Chaussures ou non, ce retour en grâce de Pierre Paradis en avait étonné plus d'un. La réhabilitation du député de Brome-Missisquoi s'est confirmée mercredi avec son atterrissage à l'Agriculture, une autre surprise.

Il semble, à la lumière de la composition du premier Conseil des ministres de M. Couillard, que ce dernier aime bien les surprises.

Parmi celles qu'il nous réservait, la nomination du député de Rivière-du-Loup, Jean D'Amour, au poste de ministre délégué aux Transports et responsable de la région du Bas-Saint-Laurent.

Voici un homme qui s'est reconnu coupable d'activité de lobbyisme illégal, en 2009, alors qu'il faisait des démarches auprès d'un élu de sa région pour le compte de la firme de génie BPR. La loi dit qu'un ancien élu (M. D'Amour a été maire de Rivière-du-Loup) doit attendre au moins deux ans avant de se livrer à de telles activités.

Il a reconnu sa faute, il a payé une amende de 500 $, on a fermé le dossier et son ancien chef, Jean Charest, a accepté de passer l'éponge.

Lobbyisme illégal, relations des firmes de génie (ou de construction) avec les élus, copinage, obtention des contrats publics dans les régions auprès des administrations locales, ne sommes-nous pas là en plein dans la bouette dans laquelle on patauge depuis des mois à la commission Charbonneau? Si M. D'Amour avait été nommé ministre délégué aux Services sociaux, passe encore, mais aux Transports? Drôle de message.

Les mauvaises langues diront qu'il connaît déjà bien le secteur et ses principaux acteurs.

La nomination de Sam Hamad au Travail (en fait, au cabinet, point) est surprenante aussi, dans une certaine mesure, parce que sa proximité avec la firme Roche et son patron Marc-Yvan Côté pourrait le rendre radioactif, mais il n'a pas été à ce jour reconnu coupable de quoi que ce soit. Ce qui n'est pas le cas de Jean D'Amour.

Une autre nomination me laisse perplexe (je sais, je ne suis pas le seul): Gaétan Barrette à la Santé. Son apparence m'importe peu, quoique je le voie mal piloter des campagnes de prévention et de saines habitudes de vie.

Le problème est ailleurs. M. Barrette s'est fait connaître ces dernières années en militant pour l'amélioration du sort des médecins spécialistes, notamment pour leur rémunération.

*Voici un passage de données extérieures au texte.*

"""Calc sets: build every job of a folder (in worker processes or on a Dask cluster)
and write the set's register (register.json and register PDF) beside the packages.
"""

from __future__ import annotations

import hashlib
import os
from collections.abc import Callable
from concurrent.futures import ProcessPoolExecutor, as_completed
from dataclasses import asdict, dataclass, field
from pathlib import Path
from typing import Any

from reportgen.errors import ExitCode, JobError, Problem, ReportgenError
from reportgen.pipeline.commit import refuse_existing
from reportgen.pipeline.plan import BuildOptions
from reportgen.pipeline.register import (
    REGISTER_JSON,
    REGISTER_PDF,
    register_files,
    register_rows,
)


def build_one(path: str, opts: dict[str, Any], label: str | None = None) -> dict[str, Any]:
    """Make one job's package in this process and return its bytes in the outcome; never
    raises (the outcome is data) and writes nothing: the command commits. ``label``
    names the package in the outcome (a schedule's row: the job file and the tag)."""
    from reportgen.calc.plugin_set import load_plugins
    from reportgen.errors import error_text
    from reportgen.pipeline.plan import make_package

    values: dict[str, Any] = {k: (Path(v) if k in ("out_dir", "cache_dir", "template_dir")
                                  and v is not None else v) for k, v in opts.items()}
    options = BuildOptions(**values)
    try:
        made = make_package(Path(path), load_plugins(), options)
    except ReportgenError as exc:
        return {"job": label or path, "ok": False, "exit_code": int(exc.exit_code),
                "error": error_text(exc)}
    except Exception as exc:  # a bug in one job must not stop the set
        return {"job": label or path, "ok": False, "exit_code": int(ExitCode.FAILURE),
                "error": error_text(exc)}
    pdf = dict(made.outputs)[f"{made.stem}.pdf"]
    return {"job": label or path, "ok": True, "exit_code": int(made.exit_code), "stem": made.stem,
            "outputs": made.outputs, "calc_number": made.calc_number,
            "revision": made.revision, "title": made.title, "status": made.status,
            "checks_total": made.checks_total, "checks_failed": made.checks_failed,
            "checks_passed": made.checks_total - made.checks_failed,
            "review_state": made.review_state, "sha256": hashlib.sha256(pdf).hexdigest(),
            "date": made.date}


def run_tasks(func: Callable[..., dict[str, Any]], items: list[tuple], *, workers: int,
              executor: str = "local", scheduler: str | None = None,
              on_done: Callable[[dict[str, Any]], None] | None = None,
              cost: Callable[[tuple], float] | None = None) -> list[dict[str, Any]]:
    """Run ``func(*item)`` for each item; return outcomes in item order.

    With ``cost``, local workers take the costliest items first, so the set does not end
    with one worker on a large package while the others wait. The workers die with this
    process and ignore Ctrl-C: on an interrupt or error here they are stopped at once.
    """
    outcomes: dict[int, dict[str, Any]] = {}
    if executor == "dask":
        from reportgen.pipeline.dask import run_on_dask

        return run_on_dask(func, items, scheduler=scheduler, on_done=on_done, workers=workers)
    if workers <= 1 or len(items) <= 1:
        for i, item in enumerate(items):
            outcomes[i] = func(*item)
            if on_done:
                on_done(outcomes[i])
    else:
        import multiprocessing

        from reportgen.pipeline.lifeline import children_start_deaf, pool_initializer

        ctx = multiprocessing.get_context("spawn")
        order = list(range(len(items)))
        if cost is not None:
            order.sort(key=lambda i: -cost(items[i]))
        pool = ProcessPoolExecutor(max_workers=min(workers, len(items)), mp_context=ctx,
                                   initializer=pool_initializer,
                                   initargs=(os.getpid(), _leave_fast))
        try:
            with children_start_deaf():  # the workers start on these submissions
                futures = {pool.submit(func, *items[i]): i for i in order}
            for fut in as_completed(futures):
                outcomes[futures[fut]] = fut.result()
                if on_done:
                    on_done(outcomes[futures[fut]])
        except BaseException:
            stop_pool(pool)
            raise
        pool.shutdown(wait=True)
    return [outcomes[i] for i in range(len(items))]


def stop_pool(pool: ProcessPoolExecutor) -> None:
    """End a pool's workers now, mid-task (they commit nothing), and reap them."""
    for proc in list((getattr(pool, "_processes", None) or {}).values()):
        try:
            proc.kill()
        except (OSError, AttributeError):
            pass
    pool.shutdown(wait=True, cancel_futures=True)


def _leave_fast() -> None:
    """In a set worker: once the pool lets it go (every result sent), end the process
    without the interpreter's teardown, which collects every package's laid-out garbage
    (~0.6 s measured) while the set waits for its workers."""
    import atexit

    from reportgen.pipeline.lifeline import leave_now

    atexit.register(leave_now, 0)  # runs first: atexit handlers run last-registered first


def set_names(files: list[Path]) -> dict[Path, tuple[str, str, str]]:
    """Each job's (calc number, revision, stem); refuse (exit 2, before anything is built)
    jobs that would write the same file, or names that differ only in case (one file on a
    case-insensitive file system)."""
    from reportgen.pipeline.commit import package_names

    names = {p: n for p in files if (n := package_names(p)) is not None}
    by_stem: dict[str, list[Path]] = {}
    for path, (_calc, _rev, stem) in names.items():
        by_stem.setdefault(stem.casefold(), []).append(path)
    problems = []
    for paths in by_stem.values():
        if len(paths) > 1:
            calc, rev, stem = names[paths[0]]
            same = all(names[p][2] == stem for p in paths)
            what = (f"calc {calc} revision {rev} (file {stem}.pdf)" if same else
                    "file names that differ only in case ("
                    + ", ".join(sorted({names[p][2] + '.pdf' for p in paths})) + ")")
            problems.append(Problem(", ".join(map(str, paths)),
                                    f"these jobs share {what}; each package of a set needs"
                                    " its own calc number and revision"))
    if problems:
        raise JobError(problems)
    return names


@dataclass
class SetResult:
    """What a folder build did: one outcome per job (in job order), the packages
    committed, and what finishing killed builds' commits in the folder did."""

    outcomes: list[dict[str, Any]]
    built: list[dict[str, Any]] = field(default_factory=list)
    notes: list[str] = field(default_factory=list)

    @property
    def exit_code(self) -> int:
        return max((int(o["exit_code"]) for o in self.outcomes), default=0)


def build_folder(folder: Path, opts: BuildOptions, *, workers: int, executor: str = "local",
                 scheduler: str | None = None, demo: bool = False,
                 on_done: Callable[[dict[str, Any]], None] | None = None) -> SetResult:
    """Build every job of ``folder`` and commit the packages and the register together.

    The workers hand back each package's bytes; they are staged here as they come, and
    the one commit at the end renames every package and the register into place. An
    interrupt or failure before it leaves the output folder as it was. ``on_done`` hears
    of each package as it is made (the command's progress).
    """
    from reportgen.job.load import job_files
    from reportgen.pipeline.commit import (
        Claim,
        package_files,
        preflight,
        recover,
        sweep_stale_parts,
    )
    from reportgen.pipeline.plan import check_out_dir

    files = job_files([folder])
    names = set_names(files)
    out_dir = opts.out_dir
    check_out_dir(out_dir, folder)
    claim = Claim.open(out_dir)
    staged: dict[str, list] = {}
    targets: list[Path] = []
    try:
        claim.notes += recover(out_dir)
        for path, (calc, rev, stem) in names.items():
            claim.package(path, calc, rev, stem)
            results, pdf, *html = package_files(out_dir, stem, opts.html)
            preflight(path, [pdf, results, *html])
            targets += [pdf, results, *html]
        registers = [out_dir / REGISTER_JSON, out_dir / REGISTER_PDF]
        preflight(folder, registers)
        sweep_stale_parts(out_dir, targets)  # what killed builds of these packages left
        if demo and not opts.force:  # the demo writes into ./out: never over a user's files
            for target in [*targets, *registers]:
                if os.path.lexists(target):
                    raise JobError(Problem(str(target), "already exists; reportgen demo"
                                           " replaces files only with --force (or give"
                                           " another --out folder)"))
        opts_dict = worker_options(opts)
        items = [(str(p.absolute()), opts_dict, str(p)) for p in files]
        return _build_set(items, opts, workers, executor, scheduler, claim, staged, on_done)
    finally:
        from reportgen.pipeline.commit import discard

        for items in staged.values():  # whatever was not committed
            for s in items:
                discard(s.temp)
        claim.release()


def _build_set(items: list[tuple[str, dict[str, Any], str]], opts: BuildOptions,
               workers: int, executor: str, scheduler: str | None, claim,
               staged: dict[str, list],
               on_done: Callable[[dict[str, Any]], None] | None) -> SetResult:
    """Build ``items`` (job path, worker options, label) and commit them as one."""
    from reportgen.pipeline.commit import stage

    out_dir = opts.out_dir
    if workers > 1 or executor != "local":
        # The packages are built elsewhere; this process lays out only the register at
        # the end. Its renderer loads meanwhile (~0.6 s of CPU spread over the build,
        # instead of a second of waiting after the last package).
        import threading

        from reportgen.render.pdf import preload_renderer

        threading.Thread(target=preload_renderer, name="reportgen-preload",
                         daemon=True).start()
    def done(outcome: dict[str, Any]) -> None:
        outputs = outcome.pop("outputs", None)
        if outcome.get("ok"):
            outcome["pdf"] = str(out_dir / f"{outcome['stem']}.pdf")
            outcome["results"] = str(out_dir / f"{outcome['stem']}.results.json")
            # staged as it comes: the bytes do not pile up here
            items = staged[outcome["job"]] = []
            try:
                for name, data in outputs:
                    items.append(stage(out_dir / name, data))
            except OSError as exc:
                outcome.update(ok=False, exit_code=int(ExitCode.INVALID_INPUT),
                               error=f"cannot write the package into {out_dir}:"
                               f" {exc.strerror or exc}")
        if on_done is not None:
            on_done(outcome)

    outcomes = run_tasks(build_one, items, workers=workers, executor=executor,
                         scheduler=scheduler, on_done=done, cost=_job_size)
    built = _commit_set(outcomes, opts, claim, staged)
    return SetResult(outcomes=outcomes, built=built, notes=list(claim.notes))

C'était son job, sa cause. Est-ce que cela le qualifie à la Santé?

À l'évidence, M. Barrette a été un président de la Fédération des médecins spécialistes efficace, mais ses méthodes ont souvent déplu à ses interlocuteurs.

Si Michel Arsenault devenait ministre du Travail, on craindrait que ses décisions penchent toujours du même bord, non?

Hélène David, un premier test

Ceux qui connaissaient bien la nouvelle députée d'Outremont, Hélène David, la voyaient faire son entrée au Conseil des ministres, vraisemblablement en Éducation.

La surprise, c'est plutôt l'arrivée en catastrophe d'Yves Bolduc à ce poste, un ancien ministre de la Santé dont les compétences en éducation restent à être démontrées. Du coup, Mme David s'est retrouvée à la Culture et responsable de la Charte de la langue française.

Pour les libéraux, le dossier linguistique n'est jamais facile. La nouvelle ministre devrait d'ailleurs subir son premier test politique sous peu avec la publication attendue d'une étude de l'Office québécois de la langue française sur l'usage du français dans l'espace public. Le rapport est prêt, mais il a été mis sur la glace pour cause d'élections. Il fera jaser, assurément.

Bien des gens ont reproché à Philippe Couillard son manque d'engagement à défendre le français au Québec après qu'il eut dit, en débat à TVA, que les employés sur les chaînes de montage devraient être bilingues au cas où un acheteur américain débarquerait dans leur usine.

Parmi ses critiques les plus virulentes, une certaine Françoise David, la soeur de la nouvelle ministre responsable de la loi 101. De beaux débats en perspective à l'Assemblée nationale!